I forgot to mention that we had an excellent lunch of fish and chips in a local pub named the Bully Hayes. He was a colorful scoundrel/pirate in the Pacific in the mid-1800's.  The pub was along the waterfront in Akaroa which is a summer vacation spot for New Zealanders.  The town was busy with tourists despite the rainy weather.


Wednesday, January 1, 2025

January 2, 2025 - Happy New Year from the Lands down under!

I have to get used to writing 2025.  It’s always hard to remember for a few days (weeks).


We spent New Year’s Eve Day sailing down the east coast of New Zealand’s North Island.  It was very bouncy and rocky all day which made for interesting walking around the ship.  We started a new set of cumulative trivia days and it’s a sad state of affairs.  Only three from our former team are left and we’ve picked up some (how shall I put it?) unusual people.  That’s as much as I’ll say for now.  For the first time I can recall I’m tempted to give up playing trivia.


In the evening three friends and I met for champagne and caviar down in the Club.  We had decided to have dinner together rather than going to hosted tables.  That gave us the flexibility to go at our own pace.  We went to dinner in the Colonnade and stayed there until nearly 10 PM.  After dinner we went to the Grand Salon for the New Year’s festivities.  Two of the guest entertainers performed first and then there was a dance party.  The ship was doing a lot of rolling which made for interesting dancing.  I made arrangements to get the three of us each twelve grapes so we could follow the Spanish custom of eating twelve grapes as the clock strikes midnight.  If you eat them all, you are supposed to have a good year.  We gobbled them down so we should be okay for 2025.

New Year's Eve with our lovely headgear


Yesterday the seas were still rough and as a result we didn’t get to Wellington until around 3:30 PM.  It was cloudy and rainy and I decided not to go on the tour I’d booked.  It was a three and a half tour to see the studio where some of the Lord of the Rings films were made.  I figured we’d get back close to 8 PM and I wasn’t in the mood to be out that late.
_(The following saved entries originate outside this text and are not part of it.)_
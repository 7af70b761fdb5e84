/*
 * rl_device.c - the device state machine of docs/protocol.md section 6.
 *
 * Safety rules it keeps, whatever the host does:
 *   - every value written to the actuator lies in [u_min, u_max], or is the safe value;
 *   - a STOP drives the safe value from inside the receive path, not at the next tick;
 *   - armed, and no accepted COMMAND for longer than watchdog_us -> safe value, latched until ARM;
 *   - only ARM leaves a latched state, and after ARM the output stays safe until a fresh COMMAND.
 */
#include "rl_device.h"

static uint64_t now_us(const rl_device *d)
{
    return d->hal.micros(d->hal.ctx);
}

static void send_msg(rl_device *d, const rl_msg *m)
{
    size_t wire_len = 0;
    size_t frame_len = rl_proto_encode(m, d->tx_frame, sizeof d->tx_frame);
    if (frame_len == 0u) {
        return; /* cannot happen for messages built here; nothing sensible to send */
    }
    if (d->keyed != 0u) {
        /* nothing leaves a keyed device untagged: before the first session, nothing at all */
        frame_len = rl_auth_seal(&d->auth, d->tx_frame, frame_len, sizeof d->tx_frame);
        if (frame_len == 0u) {
            return;
        }
    }
    if (d->hal.transport == RL_TRANSPORT_DATAGRAM) {
        d->hal.write_bytes(d->hal.ctx, d->tx_frame, frame_len);
        return;
    }
    if (rl_cobs_encode(d->tx_frame, frame_len, d->tx_wire, sizeof d->tx_wire - 1u, &wire_len) !=
        RL_COBS_OK) {
        return; /* sized for the largest frame: cannot happen */
    }
    d->tx_wire[wire_len++] = 0u;
    d->hal.write_bytes(d->hal.ctx, d->tx_wire, wire_len);
}

uint16_t rl_device_status(const rl_device *d)
{
    return (uint16_t)(d->flags | (d->clamped != 0u ? RL_STATUS_CLAMPED : 0u));
}

static void send_hello(rl_device *d)
{
    rl_msg m;
    size_t i;
    m.type = RL_MSG_HELLO;
    m.body.hello.proto_min = (uint8_t)RL_PROTO_VERSION;
    m.body.hello.proto_max = (uint8_t)RL_PROTO_VERSION;
    m.body.hello.fw_version = d->config.fw_version;
    m.body.hello.n_channels = d->config.n_channels;
    m.body.hello.status = (uint8_t)(rl_device_status(d) & 0xFFu);
    m.body.hello.period_us = d->active.period_us;
    m.body.hello.watchdog_us = d->active.watchdog_us;
    m.body.hello.safe = d->active.safe;
    m.body.hello.u_min = d->active.u_min;
    m.body.hello.u_max = d->active.u_max;
    for (i = 0; i < RL_NAME_LEN; ++i) {
        m.body.hello.name[i] = d->name[i];
    }
    m.body.hello.ext = d->hello_ext;
    m.body.hello.min_period_us = d->config.min_period_us;
    m.body.hello.max_period_us = d->config.max_period_us;
    m.body.hello.auth = (uint8_t)(d->keyed != 0u ? RL_AUTH_MODE_HMAC_SHA256_64 : RL_AUTH_MODE_NONE);
    for (i = 0; i < RL_NONCE_LEN; ++i) {
        m.body.hello.nonce[i] = d->auth.device_nonce[i];
    }
    send_msg(d, &m);
}

static void send_fault(rl_device *d, uint16_t code, float value)
{
    rl_msg m;
    m.type = RL_MSG_FAULT;
    m.body.fault.t_us = now_us(d);
    m.body.fault.code = code;
    m.body.fault.status = rl_device_status(d);
    m.body.fault.value = value;
    d->counters.faults_sent++;
    send_msg(d, &m);
}

/* Drive the safe value now and forget any pending command. */
static void go_safe(rl_device *d)
{
    d->flags = (uint16_t)(d->flags & ~RL_STATUS_ARMED);
    d->have_pending = 0;
    d->applied = d->active.safe;
    d->clamped = 0;
    d->hal.write_actuator(d->hal.ctx, d->applied);
}

static void count_reject(rl_device *d, rl_reject reason)
{
    d->counters.rejected[reason]++;
    d->flags = (uint16_t)(d->flags | RL_STATUS_RX_ERROR);
}

void rl_device_raise_fault(rl_device *d, uint16_t code, float value)
{
    if ((d->flags & RL_STATUS_FAULT) != 0u) {
        return; /* already latched: one FAULT message per fault */
    }
    go_safe(d);
    d->flags = (uint16_t)(d->flags | RL_STATUS_FAULT);
    send_fault(d, code, value);
}

/* Which CONFIGURE rule failed, and the value to report in FAULT code 4. */
static rl_reject check_configure(const rl_device *d, const rl_msg *m, float *offender)
{
    const rl_configure *c = &m->body.configure;
    *offender = rl_nan();
    if (rl_proto_check_values(m) != RL_REJECT_NONE) {
        if (!rl_isfinite(c->safe)) {
            *offender = c->safe;
        } else if (!rl_isfinite(c->u_min)) {
            *offender = c->u_min;
        } else if (!rl_isfinite(c->u_max)) {
            *offender = c->u_max;
        } else if (!(c->u_min <= c->safe && c->safe <= c->u_max)) {
            *offender = c->safe;
        } else if (c->period_us == 0u) {
            *offender = 0.0f;
        } else {
            *offender = (float)c->watchdog_us;
        }
        return RL_REJECT_VALUE;
    }
    if (c->period_us < d->config.min_period_us || c->period_us > d->config.max_period_us) {
        *offender = (float)c->period_us;
        return RL_REJECT_VALUE;
    }
    if (c->u_min < d->config.actuator_min) {
        *offender = c->u_min;
        return RL_REJECT_VALUE;
    }
    if (c->u_max > d->config.actuator_max) {
        *offender = c->u_max;
        return RL_REJECT_VALUE;
    }
    return RL_REJECT_NONE;
}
I think I’m getting very lazy but I guess that’s okay on a cruise.  Since our cruise itinerary changed and we were spending the night in Wellington, it was too bad that the tour couldn’t be rescheduled to this morning but I guess with the holiday that wasn’t possible.
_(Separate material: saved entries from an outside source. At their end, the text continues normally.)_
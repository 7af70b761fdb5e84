/*
 * rl_auth.c - sealing and opening tagged frames (docs/protocol.md section 14).
 */
#include "rl_auth.h"

#include "rl_crc.h"

static uint32_t get_u32(const uint8_t *p)
{
    return (uint32_t)p[0] | ((uint32_t)p[1] << 8) | ((uint32_t)p[2] << 16) | ((uint32_t)p[3] << 24);
}

static void put_u32(uint8_t *p, uint32_t v)
{
    p[0] = (uint8_t)v;
    p[1] = (uint8_t)(v >> 8);
    p[2] = (uint8_t)(v >> 16);
    p[3] = (uint8_t)(v >> 24);
}

int rl_auth_set_key(rl_auth *a, const uint8_t *key, size_t len)
{
    if (key == 0 || len < RL_AUTH_KEY_MIN || len > RL_AUTH_KEY_MAX) {
        return -1;
    }
    rl_hmac_sha256_init(&a->key, key, len);
    a->have_key = 1;
    a->have_session = 0;
    return 0;
}

void rl_auth_start(rl_auth *a, const uint8_t host_nonce[RL_NONCE_LEN],
                   const uint8_t device_nonce[RL_NONCE_LEN])
{
    size_t i;
    for (i = 0; i < RL_NONCE_LEN; ++i) {
        a->host_nonce[i] = host_nonce[i];
        a->device_nonce[i] = device_nonce[i];
    }
    a->tx_counter = 0;
    a->rx_counter = 0;
    a->have_session = a->have_key;
}

void rl_auth_tag(const rl_auth *a, const uint8_t *data, size_t len, uint8_t tag[RL_AUTH_TAG_LEN])
{
    rl_hmac_sha256_ctx h;
    rl_hmac_sha256_start(&h, &a->key);
    rl_hmac_sha256_update(&h, a->host_nonce, RL_NONCE_LEN);
    rl_hmac_sha256_update(&h, a->device_nonce, RL_NONCE_LEN);
    rl_hmac_sha256_update(&h, data, len);
    rl_hmac_sha256_finish(&h, tag, RL_AUTH_TAG_LEN);
}

size_t rl_auth_seal(rl_auth *a, uint8_t *frame, size_t len, size_t cap)
{
    size_t payload;
    uint16_t crc;
    if (a->have_session == 0u || len < RL_FRAME_OVERHEAD || len + RL_AUTH_TRAILER > cap ||
        len + RL_AUTH_TRAILER > RL_MAX_FRAME) {
        return 0;
    }
    payload = len - 2u;
    frame[1] = (uint8_t)(frame[1] | RL_AUTH_FLAG);
    a->tx_counter++;
    put_u32(frame + payload, a->tx_counter);
    rl_auth_tag(a, frame, payload + RL_AUTH_COUNTER_LEN, frame + payload + RL_AUTH_COUNTER_LEN);
    payload += RL_AUTH_TRAILER;
    crc = rl_crc16(frame, payload);
    frame[payload] = (uint8_t)crc;
    frame[payload + 1u] = (uint8_t)(crc >> 8);
    return payload + 2u;
}

rl_reject rl_auth_open(rl_auth *a, const uint8_t *frame, size_t len, uint8_t *out, size_t cap,
                       size_t *out_len)
{
    uint8_t tag[RL_AUTH_TAG_LEN];
    uint8_t diff = 0;
    size_t payload, plain, i;
    uint32_t counter;
    uint16_t crc;
    uint8_t base;

    if (len < RL_FRAME_OVERHEAD) {
        return RL_REJECT_SHORT;
    }
    if (rl_crc16(frame, len - 2u) != (uint16_t)(frame[len - 2u] | (frame[len - 1u] << 8))) {
        return RL_REJECT_CRC;
    }
    if (frame[0] != RL_PROTO_VERSION) {
        return RL_REJECT_VERSION;
    }
    base = (uint8_t)(frame[1] & (uint8_t)~RL_AUTH_FLAG);
    if (rl_proto_body_length(base, 0u) < 0) {
        return RL_REJECT_TYPE;
    }
    payload = len - 2u;
    if ((frame[1] & RL_AUTH_FLAG) == 0u || a->have_session == 0u || payload < 2u + RL_AUTH_TRAILER) {
        return RL_REJECT_AUTH;
    }
    rl_auth_tag(a, frame, payload - RL_AUTH_TAG_LEN, tag);
    for (i = 0; i < RL_AUTH_TAG_LEN; ++i) { /* the same time whatever the first bad byte */
        diff = (uint8_t)(diff | (tag[i] ^ frame[payload - RL_AUTH_TAG_LEN + i]));
    }
    if (diff != 0u) {
        return RL_REJECT_AUTH;
    }
    counter = get_u32(frame + payload - RL_AUTH_TRAILER);
    if (counter <= a->rx_counter) {
        return RL_REJECT_AUTH; /* a replay within the session */
    }
    plain = payload - RL_AUTH_TRAILER;
    if (plain + 2u > cap) {
        return RL_REJECT_LENGTH;
    }
    a->rx_counter = counter;
    out[0] = frame[0];
    out[1] = base;
    for (i = 2; i < plain; ++i) {
        out[i] = frame[i];
    }
    crc = rl_crc16(out, plain);
    out[plain] = (uint8_t)crc;
    out[plain + 1u] = (uint8_t)(crc >> 8);
    *out_len = plain + 2u;
    return RL_REJECT_NONE;
}
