@rule
def channel_limits_are_sane(ctx: RuleContext) -> Iterator[Problem]:
    limits = get(ctx.root, "limits")
    if not isinstance(limits, dict):
        return
    settings = fixed_limit_settings()
    for name, spec in limits.items():
        if name in settings or not isinstance(spec, dict):
            continue
        low, high = spec.get("min", INVALID), spec.get("max", INVALID)
        if _valid(low, high) and low is not None and high is not None and not low < high:
            yield Problem(f"limits.{name}.max", high,
                          f"must be greater than limits.{name}.min ({_fmt(low)})")
        checks = [spec.get(k, INVALID) for k in ("min", "max", "rate_max", "frozen_s")]
        if _valid(*checks) and all(v is None for v in checks):
            yield Problem(f"limits.{name}", {k: v for k, v in spec.items() if k != "stop"},
                          "guards nothing; give at least one of min, max, rate_max, frozen_s "
                          "(or remove the entry)")


@rule
def recording_dir_is_usable(ctx: RuleContext) -> Iterator[Problem]:
    """A file where the folder should be, or a place nobody may write: say so before the run."""
    folder = get(ctx.root, "recording.dir")
    if not _valid(folder):
        return
    from rigloop.engine.disk_budget import recording_dir_problem

    path = Path(folder).expanduser()
    problem = recording_dir_problem(path if path.is_absolute() else Path.cwd() / path)
    if problem is not None:
        yield Problem("recording.dir", folder, problem)


@rule
def run_fits_max_duration(ctx: RuleContext) -> Iterator[Problem]:
    duration, cap = get(ctx.root, "duration_s"), get(ctx.root, "limits.max_duration_s")
    if _valid(duration, cap) and duration is not None and duration > cap:
        yield Problem("duration_s", duration,
                      f"is longer than limits.max_duration_s ({_fmt(cap)} s), so every run would "
                      f"trip; shorten duration_s or raise limits.max_duration_s")


# ---------------------------------------------------------------------------------------------
# reference


@rule
def reference_is_consistent(ctx: RuleContext) -> Iterator[Problem]:
    ref = get(ctx.root, "reference")
    if not isinstance(ref, dict):
        return
    found = list(_reference_rules(ctx, ref))
    yield from found
    if not found and not _has_invalid(ref):
        yield from _reference_builds(ctx, ref)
Today I didn’t get up until late because I didn’t sleep well and was trying to catch some extra zzz’s.  When I finally got moving I took the shuttle into the center of the city and went for a long walk.  Many places were closed which was okay because I wasn’t looking for anything.  It was just good to get out and walk on stable land for a while.  Downtown looked very clean and modern with a few old buildings that have been preserved.  Had I been more ambitious I could have gone to the museum here, but I just felt like being out in the fresh air for a couple of hours.  I’ll just have to come back another time and see what I missed today.  There was another cruise ship from the Viking cruise line here today too. It’s a little bigger than the Quest but not one of those gigantic ones and it looks very new.
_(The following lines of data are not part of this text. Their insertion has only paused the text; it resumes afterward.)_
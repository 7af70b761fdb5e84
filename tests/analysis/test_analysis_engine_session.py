"""A session recorded by the real engine against the simulated fan (lockstep clock), reported."""

from __future__ import annotations

import json
from pathlib import Path

import pytest
import yaml

from rigloop.analysis.plan import evaluate_plan
from rigloop.analysis.report import analyse
from rigloop.analysis.session import load_session
from rigloop.cli import main

CONFIGS = Path(__file__).resolve().parents[2] / "configs"

SHORT_PLAN = {
    "name": "short fan check",
    "initial": 1200.0,
    "lead_s": 3.0,
    "blend_s": 1.0,
    "settle_band_pct": 5.0,
    "segments": [
        {"name": "up", "to": 2000.0, "hold_s": 2.0,
         "criteria": {"settling_time_s": {"max": 2.5}, "overshoot_pct": {"max": 8.0}}},
        {"name": "impossible", "to": 1500.0, "hold_s": 2.0,
         "criteria": {"settling_time_s": {"max": 0.01}}},         # cannot be met: blend is 1 s
    ],
    "criteria": {"no_trip": True, "completed": True},
}


@pytest.mark.slow
def test_engine_session_report_agrees_with_the_engine_summary(tmp_path, capsys):
    plan_file = tmp_path / "plan.yaml"
    plan_file.write_text(yaml.safe_dump(SHORT_PLAN))
    code = main(["run", str(CONFIGS / "demo_fan.yaml"), "--set", "device.sim.clock=lockstep",
                 "--set", "device.rate_hz=100", "--set", "device.watchdog_ms=100",
                 "--plan", str(plan_file), "--record-dir", str(tmp_path / "sessions"), "--quiet"])
    capsys.readouterr()
    assert code == 4, "completed with one failing criterion: rigloop run exits 4"
    [folder] = list((tmp_path / "sessions").iterdir())

    session = load_session(folder)
    assert session.clean_end and session.outcome == "completed" and session.warnings == []
    an = analyse(session)
    summary = session.summary
    # the engine accumulates its own error statistics while running; the report recomputes
    # them from samples.csv (written with 9 significant digits)
    assert an.run.samples == summary["running_samples"]
    assert an.run.rms_error == pytest.approx(summary["rms_error"], rel=1e-6)
    assert an.run.max_abs_error == pytest.approx(summary["max_abs_error"], rel=1e-6)
    assert [(s.label, s.r_from, s.r_to) for s in an.segments] == [
        ("up", 1200.0, 2000.0), ("impossible", 2000.0, 1500.0)]

    # the verdicts the engine recorded are the ones the report computes again
    assert an.plan_source == "recorded"
    again = evaluate_plan(session.config["plan"], session).as_dict()
    assert again == json.loads(json.dumps(an.plan))
    failed = [(c["segment"], c["name"]) for c in an.plan["criteria"] if not c["passed"]]
    assert failed == [("impossible", "settling_time_s")]
    up = next(c for c in an.plan["criteria"] if c["segment"] == "up" and c["name"] == "settling_time_s")
    assert up["passed"]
The old government building which is where the shuttle dropped us off

Downtown wasn't really busy.

One of several sculptures along the street


Old Bank Shopping Arcade


We have four more more days here in New Zealand, three in ports and one cruising in Fjordland National Park which is one of the most beautiful places I’ve visited.  Hopefully the weather gods will be with us.  For now that’s all.  I pray that what happened in New Orleans is an outlier and that  the rest of 2025 will bring more peaceful times.